State legislation may have helped. With the passage of Proposition 227, which ended bilingual education two years ago except for students who could obtain waivers, came classes taught mostly in English. Some teachers said those classes may have better prepared children to take the SAT-9 test.

And with Proposition 227 came new books.

“At the same time we were starting English immersion, the district purchased all kinds of language arts books for all teachers,” said de la Ochoa. Previously at Laurel, “a lot of students didn’t even have books.”

Both schools are still under the state’s target score of 800 on the Academic Performance Index — which uses a scale of 200 to 1000 — but the gains are significant in a district that once was the county’s lowest academic performer.

The state released scores for thousands of schools Wednesday. Some 300 schools in San Diego County earned cash rewards. Some teachers could be in line for $25,000 each.

Schools that fail to show gains may face sanctions, including being closed.

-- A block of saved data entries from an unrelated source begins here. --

import { ChangeDetectionStrategy, Component, type AfterViewInit, computed, inject, signal, viewChild } from '@angular/core';
import { DatePipe } from '@angular/common';
import { MatButton } from '@angular/material/button';
import { MatFormField, MatLabel } from '@angular/material/form-field';
import { MatIcon } from '@angular/material/icon';
import { MatInput } from '@angular/material/input';
import { MatOption, MatSelect } from '@angular/material/select';
import { MatPaginator } from '@angular/material/paginator';
import { MatProgressBar } from '@angular/material/progress-bar';
import { MatSort, MatSortHeader } from '@angular/material/sort';
import {
  MatCell,
  MatCellDef,
  MatColumnDef,
  MatHeaderCell,
  MatHeaderCellDef,
  MatHeaderRow,
  MatHeaderRowDef,
  MatNoDataRow,
  MatRow,
  MatRowDef,
  MatTable,
  MatTableDataSource,
} from '@angular/material/table';
import { readableError } from '../../core/http/api-problem';
import { type ChangeRow, changeRow, changesCsv } from './change-log';
import { DeskService, type AuditEntry } from './desk-service';
import { DeskTabs } from './desk-tabs';

/** The most entries the page reads at once (pages of 200); older ones come with "Load older changes". */
const READ_AT_ONCE = 1000;
const PAGE = 200;

/**
 * The change log: who changed what, when, from what to what, and why — sortable, filterable and
 * paged, and exported as CSV for a spreadsheet.
 */
@Component({
  selector: 'sv-change-log-page',
  imports: [
    DatePipe,
    MatButton,
    MatFormField,
    MatLabel,
    MatInput,
    MatIcon,
    MatSelect,
    MatOption,
    MatPaginator,
    MatProgressBar,
    MatSort,
    MatSortHeader,
    MatTable,
    MatColumnDef,
    MatHeaderCell,
    MatHeaderCellDef,
    MatCell,
    MatCellDef,
    MatHeaderRow,
    MatHeaderRowDef,
    MatRow,
    MatRowDef,
    MatNoDataRow,
    DeskTabs,
  ],
  templateUrl: './change-log-page.html',
  styleUrl: './desk-pages.scss',
  changeDetection: ChangeDetectionStrategy.OnPush,
})
export default class ChangeLogPage implements AfterViewInit {
  readonly #desk = inject(DeskService);

  protected readonly columns = ['at', 'who', 'entity', 'taxon', 'trait', 'change', 'reason'] as const;
  protected readonly data = new MatTableDataSource<ChangeRow>([]);
  protected readonly status = signal<'loading' | 'ready' | 'error'>('loading');
  protected readonly problem = signal('');
  protected readonly words = signal('');
  protected readonly entity = signal('');
  /** the `before` to read older entries from; null when everything is read */
  protected readonly older = signal<number | null>(null);
  protected readonly count = signal(0);
  protected readonly shown = signal(0);
  protected readonly entities = computed(() => [...new Set(this.#rows().map((row) => row.entity))].sort());
  readonly #rows = signal<ChangeRow[]>([]);

  protected readonly sort = viewChild(MatSort);
  protected readonly paginator = viewChild(MatPaginator);

  constructor() {
    this.data.filterPredicate = (row, filter) => {
      const { words, entity } = JSON.parse(filter) as { words: string; entity: string };
      if (entity && row.entity !== entity) return false;
      if (!words) return true;
      return [row.who, row.taxon, row.trait, row.before, row.after, row.reason, row.entity].some((field) => field.toLowerCase().includes(words));
    };
    this.data.sortingDataAccessor = (row, column) =>
      column === 'at' ? row.id : column === 'change' ? row.after : String(row[column as keyof ChangeRow] ?? '').toLowerCase();
    this.load();
  }

  ngAfterViewInit(): void {
    this.#connect();
  }

  #connect(): void {
    const sort = this.sort();
    const paginator = this.paginator();
    if (sort) this.data.sort = sort;
    if (paginator) this.data.paginator = paginator;
  }

  protected load(): void {
    this.status.set('loading');
    this.#rows.set([]);
    this.#read(undefined, []);
  }

  protected loadOlder(): void {
    const before = this.older();
    if (before === null) return;
    this.status.set('loading');
    this.#read(
      before,
      this.#rows().map((row) => row),
    );
  }

  #read(before: number | undefined, sofar: ChangeRow[], read: AuditEntry[] = []): void {
    this.#desk.audit({ before, limit: PAGE }).subscribe({
      next: (page) => {
        const all = [...read, ...page.entries];
        if (page.next !== null && all.length < READ_AT_ONCE) {
          this.#read(page.next, sofar, all);
          return;
        }
        const rows = [...sofar, ...all.map(changeRow)];
        this.#rows.set(rows);
        this.data.data = rows;
        this.older.set(page.next);
        this.count.set(rows.length);
        this.#refilter();
        this.status.set('ready');
        queueMicrotask(() => this.#connect());
      },
      error: (error: unknown) => {
        this.problem.set(readableError(error));
        this.status.set('error');
      },
    });
  }

  protected setWords(words: string): void {
    this.words.set(words);
    this.#refilter();
  }

  protected setEntity(entity: string): void {
    this.entity.set(entity);
    this.#refilter();
  }

  #refilter(): void {
    this.data.filter = JSON.stringify({ words: this.words().trim().toLowerCase(), entity: this.entity() });
    this.shown.set(this.data.filteredData.length);
    this.data.paginator?.firstPage();
  }

  /** Downloads the rows the filters leave, in the order shown, as CSV. */
  protected exportCsv(): void {
    const sort = this.data.sort;
    const rows = sort ? this.data.sortData([...this.data.filteredData], sort) : this.data.filteredData;
    const blob = new Blob([changesCsv(rows)], { type: 'text/csv;charset=utf-8' });
    const url = URL.createObjectURL(blob);
    const link = document.createElement('a');
    link.href = url;
    link.download = `sylvasift-changes-${new Date().toISOString().slice(0, 10)}.csv`;
    document.body.append(link);
    link.click();
    link.remove();
    setTimeout(() => URL.revokeObjectURL(url), 1_000);
  }
}
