import { ChangeDetectionStrategy, Component, computed, inject, signal } from '@angular/core';
import { NonNullableFormBuilder, ReactiveFormsModule, Validators } from '@angular/forms';
import { MAT_DIALOG_DATA, type MatDialog, MatDialogActions, MatDialogContent, MatDialogRef, MatDialogTitle } from '@angular/material/dialog';
import { MatButton } from '@angular/material/button';
import { MatError, MatFormField, MatHint, MatLabel } from '@angular/material/form-field';
import { MatInput } from '@angular/material/input';
import type { Observable } from 'rxjs';
import type { Cell, Trait } from '@shared/engine';
import { FormSubmission } from '../../core/forms/form-submission';
import { CellEditor } from '../../shared/cell-editor';
import type { CellTrait } from '../../shared/cell-form';
import { DeskService, StaleCellEdit } from './desk-service';
import { cellWords } from './grid-model';

export interface CellEditData {
  taxon: { id: string; scientificName: string };
  trait: Trait;
  /** the cell as the grid read it, and the version it was at */
  value: Cell;
  version: number;
  /** told the cell as it is now when a save is refused because it moved on */
  seen?: (current: { value: Cell; version: number }) => void;
}

/** What the dialog closes with after a save: the cell as saved and its new version. */
export interface CellEditResult {
  value: Cell;
  version: number;
}

/**
 * The editor's view of a trait. A count trait lists its labelled counts, or else every count of its
 * range, plus any count the cell already holds; counts are numbers, as cells store them.
 */
function cellTraitOf(trait: Trait, cell: Cell): CellTrait {
  if (trait.kind !== 'count')
    return { kind: trait.kind, values: (trait.values ?? []).map((value) => ({ code: value.code, label: value.label })), unit: trait.unit };
  const labels = new Map((trait.values ?? []).map((value) => [Number(value.code), value.label]));
  const counts = new Set(labels.keys());
  if (counts.size === 0 && trait.countRange) for (let count = trait.countRange.min; count <= trait.countRange.max; count++) counts.add(count);
  if (typeof cell === 'object' && !('low' in cell))
    for (const value of [...(cell.usual ?? []), ...(cell.occasional ?? []), ...(cell.rare ?? [])]) counts.add(Number(value));
  return {
    kind: 'count',
    values: [...counts]
      .filter(Number.isInteger)
      .sort((a, b) => a - b)
      .map((count) => ({ code: count, label: labels.get(count) ?? String(count) })),
  };
}

/**
 * Edits one cell of the working matrix from the Matrix desk grid, with a reason for the audit log.
 * The save names the version read; when someone else saved first, nothing is written and the
 * curator sees their value beside the cell as it is now, then re-bases theirs or takes the current
 * one. What they typed (cell and reason) stays until they choose.
 */
@Component({
  selector: 'sv-cell-edit-dialog',
  imports: [
    ReactiveFormsModule,
    MatDialogTitle,
    MatDialogContent,
    MatDialogActions,
    MatButton,
    MatFormField,
    MatLabel,
    MatHint,
    MatError,
    MatInput,
    CellEditor,
  ],
  templateUrl: './cell-edit-dialog.html',
  styleUrl: './cell-edit-dialog.scss',
  changeDetection: ChangeDetectionStrategy.OnPush,
})
export class CellEditDialog {
  readonly #desk = inject(DeskService);
  readonly #ref = inject<MatDialogRef<CellEditDialog, CellEditResult>>(MatDialogRef);
  readonly #fb = inject(NonNullableFormBuilder);
  protected readonly data = inject<CellEditData>(MAT_DIALOG_DATA);

  protected readonly submission = new FormSubmission();
  protected readonly editorTrait = cellTraitOf(this.data.trait, this.data.value);
  /** the cell in the editor; null while it cannot be written */
  protected readonly edited = signal<Cell | null>(this.data.value);
  /** the version the save is based on */
  protected readonly baseVersion = signal(this.data.version);
  /** the cell as a refused save found it, until the curator chooses */
  protected readonly stale = signal<{ value: Cell; version: number } | null>(null);
  protected readonly tried = signal(false);
  protected readonly readWords = cellWords(this.data.trait, this.data.value);
  protected readonly staleWords = computed(() => {
    const stale = this.stale();
    return stale ? cellWords(this.data.trait, stale.value) : '';
  });
  protected readonly mineWords = computed(() => {
    const cell = this.edited();
    return cell === null ? 'not writable yet' : cellWords(this.data.trait, cell);
  });

  protected readonly form = this.#fb.group({ reason: ['', [Validators.required, Validators.minLength(3), Validators.maxLength(2000)]] });

  constructor() {
    this.form.addValidators(() => (this.edited() === null ? { cell: true } : null));
  }

  protected reasonError(): string | null {
    const control = this.form.controls.reason;
    if (control.hasError('required')) return 'Say why the cell changes; it is kept in the change log.';
    if (control.hasError('minlength')) return 'Write at least 3 characters.';
    if (control.hasError('maxlength')) return 'At most 2000 characters.';
    return (control.getError('server') as string | undefined) ?? null;
  }

  protected save(): void {
    this.tried.set(true);
    this.form.updateValueAndValidity();
    const cell = this.edited();
    this.submission.submit(
      this.form,
      () =>
        this.#desk.setCell(this.data.taxon.id, this.data.trait.code, {
          value: cell as Cell,
          version: this.baseVersion(),
          reason: this.form.controls.reason.value.trim(),
        }),
      (saved) => this.#ref.close({ value: saved.value, version: saved.version }),
      {
        onError: (error) => {
          if (error instanceof StaleCellEdit) {
            this.stale.set(error.current);
            this.data.seen?.(error.current);
            return true;
          }
          return false;
        },
      },
    );
  }

  /** Keeps the curator's value and bases the next save on the version now in the matrix. */
  protected rebase(): void {
    const stale = this.stale();
    if (!stale) return;
    this.baseVersion.set(stale.version);
    this.stale.set(null);
  }

  /** Drops the curator's value for the one now in the matrix (the reason stays). */
  protected takeCurrent(): void {
    const stale = this.stale();
    if (!stale) return;
    this.edited.set(stale.value);
    this.rebase();
  }

  protected cancel(): void {
    this.#ref.close();
  }
}

/** Opens the cell editor; closes with the saved cell, or undefined when cancelled (Escape, Cancel). */
export function openCellEditor(dialog: MatDialog, data: CellEditData): Observable<CellEditResult | undefined> {
  return dialog
    .open<CellEditDialog, CellEditData, CellEditResult>(CellEditDialog, {
      data,
      autoFocus: 'first-tabbable',
      restoreFocus: true,
      width: '640px',
      maxWidth: 'calc(100vw - 24px)',
    })
    .afterClosed();
}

At Santa Margarita, which serves 464 children, teachers fretted over the test.

“We’re always afraid that we’re not going to do well,” said Jane Ewing, a first-grade teacher.

Ewing attributed gains to higher expectations for children and a focus on teaching the state’s new rigorous content standards.

Oceanside Superintendent Ken Noonan said the gains demonstrate that campuses can break a cycle of low performance. Both are largely low-income schools. Laurel is jammed with English learners. Santa Margarita primarily serves children of enlisted military personnel.

“There’s just as much brainpower in poor kids as in rich kids,” he said. “It’s how you teach them.”